Model chains and Architectures
We use various Models & Architectures to create the evaluation process. This is very easily configurable with the help of Gooey.AI's Orchestration tech that allows us to quickly chain ASR -> LLM -> TTS or more.

Our methodology
Golden QnA
Native speakers record audio questions in three African languages; human experts provide gold-standard English answers for consistent evaluation across systems.

LLM-as-a-judge
GPT-5.1 scores system responses against expert answers on 0-1 scale, measuring semantic correctness since African language evaluation remains unreliable.

Latency measurements
Measures total time from audio question to audio answer, including ASR, translation, LLM inference, and TTS on A10 GPUs.
Key Findings
Breaking the audio barrier for African languages
Fine-tuned African ASR models—Jacaranda, MBaza, and Sunbird—trained on high-quality, diverse audio datasets, now reliably convert speech into local-language text with significantly improved accuracy. By addressing dialectal variation and acquiring local and region-specific finetuned training data, these models remove the biggest historical bottleneck for low-resource African languages, enabling scalable speech-to-text for research, civic tech, education, and voice interfaces across the continent and supporting inclusive digital access everywhere today.

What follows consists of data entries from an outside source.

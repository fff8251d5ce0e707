"""The partition function of a measure, against incomplete Gamma functions."""

import math

import numpy as np
import pytest
from scipy.special import gammainc

from eoscore.gas.rest import boltzmann_of, thermal_nodes
from eoscore.measure.powers import Powers

KT = np.array([3e-30])  # J
COLD = np.zeros(1)


@pytest.mark.parametrize("top", [math.inf, 5.0, 0.2])
@pytest.mark.parametrize("k", [0.5, 1.0, 3.0])
def test_powers_with_and_without_top(k, top):
    """int_0^top e^{-bE} d(E^k) = Gamma(k + 1) b^-k P(k, b top) (DLMF 8.2.4), and its derivatives by b."""
    scale = float(KT[0])
    measure = Powers([(scale**-k, k)], top * scale)
    b = np.array([0.7, 1.0, 40.0])
    values = boltzmann_of(measure, KT, COLD)(b / scale)
    for n, value in enumerate(values):
        wanted = math.gamma(k + n + 1) * k / (k + n) * b ** -(k + n) * gammainc(k + n, b * top)
        assert value / scale**n == pytest.approx(wanted, rel=1e-12, abs=0)


@pytest.mark.parametrize("at", [1.0 + 2.0j, 0.8 - 5.0j])
def test_complex_inverse_energies(at):
    """The nodes are fine enough for the oscillation that a complex b brings."""
    scale = float(KT[0])
    whole = Powers([(scale**-1.5, 1.5)])
    b = np.array([at / scale])
    closed = boltzmann_of(whole, KT, COLD)(b)
    nodes = boltzmann_of(whole.cut(200 * scale), KT, np.array([20 * scale]))(b)
    for one, other in zip(closed, nodes, strict=True):
        assert abs(one - other) <= 1e-10 * abs(one)


def test_a_flat_floor_is_one_atom():
    v, w = thermal_nodes(Powers([(2.0, 0.0), (1.0, 1.0)], 1.0), np.ones(1), COLD)
    assert (v[0], w[0]) == (0.0, pytest.approx(2.0))
    assert w.sum() == pytest.approx(3.0, rel=1e-12, abs=0)


def test_nodes_at_a_step_keep_the_whole_measure():
    measure = Powers([(1.0, 2.0)], 50.0)
    v, w = thermal_nodes(measure, np.ones(1), np.array([30.0]))
    assert w.sum() == pytest.approx(2500.0, rel=1e-13, abs=0)
    assert w @ v == pytest.approx(2 / 3 * 50**3, rel=1e-13, abs=0)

Native text understanding without translation layers
New large language models such as GPT-5+ and Gemini 3 can natively understand Swahili, Kikuyu, and Kinyarwanda text, often without requiring machine translation. Even in Q3 2025 these models required Machine Translations to understand and translate information to the LLMs. This update in LLMs improves downstream tasks like information retrieval, summarization, and question answering. Native comprehension reduces latency, translation errors, and developer overhead, enabling more accurate, accessible applications for local services, education, and other frontline work.

End-to-end voice AI ready for real-world use
ASR→LLM→TTS pipelines now deliver acceptable latency and robustness for phone-based voice services on basic feature phones and low-bandwidth networks. SIP via Livekit and other telephony improvements for AI models reduce latency significantly. These end-to-end systems enable automated call handling, IVR, and conversational agents across several African languages, making scalable, affordable voice services for healthcare, banking, government, and small businesses with deployable latency and cost profiles today.